Microsoft Research Community

error occurs when constructing a lda model with simple corpus

rated by 0 users
This post has 22 Replies | 7 Followers

Top 50 Contributor
Posts 14

I run the proposed LDA code and commented out the symmetry breaking codes. So the inference returns uniform results for the inferred variables.

I read the mixture of Gaussians tutorial and it states that breaking symmetry is a consequence of using approximate inference algorithms such as VMP. Can I confirm my understanding?
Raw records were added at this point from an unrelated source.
"""What is wrong with the gas data of a run, and what they take for granted."""

from __future__ import annotations

from typing import TYPE_CHECKING

from yieldnet.chemistry.vapour import MAGNUS_FACTOR, MAGNUS_PRESSURE, MAGNUS_TEMPERATURE
from yieldnet.foundation.findings import Severity
from yieldnet.model.case import BAND
from yieldnet.rates.constants import (
    DISSOCIATION_CONSTANT,
    DISSOCIATION_INVERSE,
    DISSOCIATION_LINEAR,
    GAS_CONSTANT,
    HENRY_CONSTANT,
    HENRY_TEMPERATURE,
)
from yieldnet.rates.offgas import WATER, gas_flows, is_there, reacting, vapour_fractions
from yieldnet.rates.values import deviation, nominal, place_of, row_count

if TYPE_CHECKING:
    from yieldnet.model.cultivation import Cultivation, Gas
    from yieldnet.rates.values import Notes, Quantity, Values

__all__ = ["check_gas"]

MAGNUS_RANGE = (228.15, 333.15)
"""Where the Magnus form holds over water: -45 to 60 degC (WMO-No. 8) [K]."""
DISSOCIATION_RANGE = (273.15, 323.15)
"""Where pK1 was measured: 0 to 50 degC (Harned and Davis 1943) [K]."""
CARBONATE_PH = 8.3
"""Half of pK1 + pK2 near 25 degC (6.35 and 10.33); beyond it carbonate, which is left out, counts
more than dissolved carbon dioxide, which is not (Stumm and Morgan, Aquatic Chemistry) [-]."""


def check_gas(values: Values, notes: Notes) -> None:
    """Tell what is wrong with the gas data of a run, and what they take for granted.

    Parameters
    ----------
    values : Values
        Values of the run.
    notes : Notes
        Takes findings and assumptions.
    """
    run, gas = values.run, values.run.gas
    if gas is None:
        return
    inlet, outlet = (reacting(run, series) for series in (gas.inlet, gas.outlet))
    if gas.flow_in is None and gas.flow_out is None:
        notes.findings.add(
            "YN829",
            "there are gas fractions and no gas flow",
            run.span,
            hint="Give the flow in or the flow out.",
        )
        return
    leaving = {item.compound for item in outlet}
    for item in inlet:
        if item.compound not in leaving:
            notes.findings.add(
                "YN829",
                f"{item.compound} is measured in the entering gas and not in the leaving one",
                item.span or run.span,
                left=f"{item.heading or item.compound + ' in'} given",
                right=f"{item.compound} out missing",
                hint="Give its fraction in the leaving gas, too: the inert gas is what is left.",
            )
    for item in outlet:
        if item.compound not in {other.compound for other in inlet}:
            notes.assume(f"{item.compound} is not in the entering gas, which does not list it")
    if gas.moisture is not None and WATER in {item.compound for item in (*inlet, *outlet)}:
        notes.findings.add(
            "YN837",
            "water vapour is given as a gas fraction and as moisture",
            run.span,
            left="fraction of water",
            right="moisture",
            hint="Keep one of the two.",
        )
    if notes.findings.refused:
        return
    _check_ranges(gas, run, notes)
    _tell_constants(gas, notes)
    for row in range(row_count(run)):
        _check_row(values, row, notes)


def _check_row(values: Values, row: int, notes: Notes) -> None:
    run, gas = values.run, values.run.gas
    if gas is None:
        return
    water = vapour_fractions(gas)
    flows = gas_flows(gas, values, row)
    where = place_of(run, row)
    inert: list[Quantity] = []
    for series, vapour, word in zip(
        (gas.inlet, gas.outlet), water, ("entering", "leaving"), strict=True
    ):
        cells = [values.cell(item, row) for item in reacting(run, series)]
        if any(cell is None for cell in cells):
            return
        rest = 1 - sum(cells, start=vapour)
        inert.append(rest)
        # Two meters serve without inert gas, but no gas holds more than all of itself.
        too_much = is_there(-rest)
        if is_there(rest) or (None not in flows and not too_much):
            continue
        notes.findings.add(
            "YN827" if word == "entering" else "YN828",
            f"the {word} gas has no inert part",
            where,
            left=f"listed compounds and water sum to {1 - nominal(rest):.4g}",
            right=f"inert part {nominal(rest):.3g} ± {deviation(rest):.2g}",
            hint="Give both gas flows, or check the fractions and their units.",
        )
    if None in flows:
        return
    flow_in, flow_out = flows
    if not all(is_there(rest) for rest in inert):
        notes.assume("the gas has no inert part, so both measured flows are used as they are")
        return
    notes.assume("both gas flows are given: the flow out is checked and not used")
    gap = flow_in * inert[0] - flow_out * inert[1]
    if abs(nominal(gap)) > BAND * deviation(gap) + 1e-9 * nominal(flow_in):
        notes.findings.add(
            "YN835",
            "the two gas flows do not carry the same inert gas",
            where,
            left=f"in {nominal(flow_in * inert[0]):.4g} mol/h",
            right=f"out {nominal(flow_out * inert[1]):.4g} mol/h",
            hint="Check both meters and look for a leak; the flow in was used.",
            severity=Severity.WARNING,
        )


def _check_ranges(gas: Gas, run: Cultivation, notes: Notes) -> None:
    """Formulas used where they were not measured."""
    wet, broth = gas.moisture, gas.dissolved
    asked: list[tuple[str, float, tuple[float, float]]] = []
    if wet is not None:
        asked.append(("saturation pressure", wet.temperature_inlet, MAGNUS_RANGE))
        asked.append(("saturation pressure", wet.temperature_outlet, MAGNUS_RANGE))
    if broth is not None:
        asked.append(("dissociation of carbon dioxide", broth.temperature, DISSOCIATION_RANGE))
        if broth.ph.value > CARBONATE_PH:
            notes.findings.add(
                "YN839",
                "carbonate is left out, and counts at this pH",
                broth.ph.span or run.span,
                left=f"pH {broth.ph.value:g}",
                right=f"good up to {CARBONATE_PH:g}",
                hint="Measure inorganic carbon in the broth instead.",
                severity=Severity.WARNING,
            )
    for what, temperature, (low, high) in asked:
        if not low <= temperature <= high:
            notes.findings.add(
                "YN839",
                f"the formula for the {what} is used outside its range",
                run.span,
                left=f"{temperature:g} K",
                right=f"good from {low:g} to {high:g} K",
                hint="Check the temperature.",
                severity=Severity.WARNING,
            )


def _tell_constants(gas: Gas, notes: Notes) -> None:
    notes.assume_constant("gas flows are turned into mol as ideal gas", GAS_CONSTANT)
    notes.assume("gas of the vessel is well mixed, and what it holds is constant (steady gas)")
    if gas.moisture is not None or gas.dissolved is not None:
        notes.assume_constant("saturation pressure of water at 0 degC (Magnus)", MAGNUS_PRESSURE)
        notes.assume_constant("factor of the exponent (Magnus)", MAGNUS_FACTOR)
        notes.assume_constant("temperature in the divisor (Magnus)", MAGNUS_TEMPERATURE)
    if gas.dissolved is None:
        return
    notes.assume("broth is at equilibrium with the leaving gas, which is moist in the vessel")
    notes.assume("what flows in brings inorganic carbon only if the run lists it")
    notes.assume_constant("solubility of carbon dioxide at 25 degC", HENRY_CONSTANT)
    notes.assume_constant("slope of its logarithm over 1/T", HENRY_TEMPERATURE)
    notes.assume_constant("pK1 of carbonic acid, term in 1/T", DISSOCIATION_INVERSE)
    notes.assume_constant("pK1 of carbonic acid, term in T", DISSOCIATION_LINEAR)
    notes.assume_constant("pK1 of carbonic acid, subtracted", DISSOCIATION_CONSTANT)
  1. We break symmetry because of the approximate inference algorithms.
  2. If we use exact algorithms, do we still break symmetry?
  3. Will exact inference algorithms such as Junction Trees be supported in the future?

Top 25 Contributor
Posts 31

The reason we need to break symmetry is that the model is not identifiable. Supposing we generated some data from the model with known phis e.g. corresponding to topics 1=education, 2=health and 3=economy. Now suppose we relabel the topics so that 1=health and 2=education and swap the parameters accordingly i.e. we swap phi1 and phi2 and we swap the first two elements of theta. If we generate from this new model, then we get data with exactly the same distribution as before the swap.  In fact, this will be true of any permutation of how we label the topics, because the model is symmetric with respect to the topics.

Now suppose we have some data and don't know the phis but wish to infer their posterior distribution.  The true posterior will be a multi-modal distribution with one mode for every possible permutation of the topics.  However, both EP and VMP can only capture a single posterior mode. Since there is no reason for the inference prodecure to favour one mode over another - the symmetry in the model means that the updates will be exactly the same for all phis and all elements of theta and the inference will get stuck in an unstable equilibrium where all phis are the same and theta is uniform.  To escape from this symmetrical fixed point, we need to perturb the system somehow, to arbitrarily break the symmetry between the different topic permutations. We can do this by making the initial messages slightly different for each topic - this mean that the algorithm is started slightly closer to one posterior mode than the others and it can converge on that mode, corresponding to some particular permutation of the topics.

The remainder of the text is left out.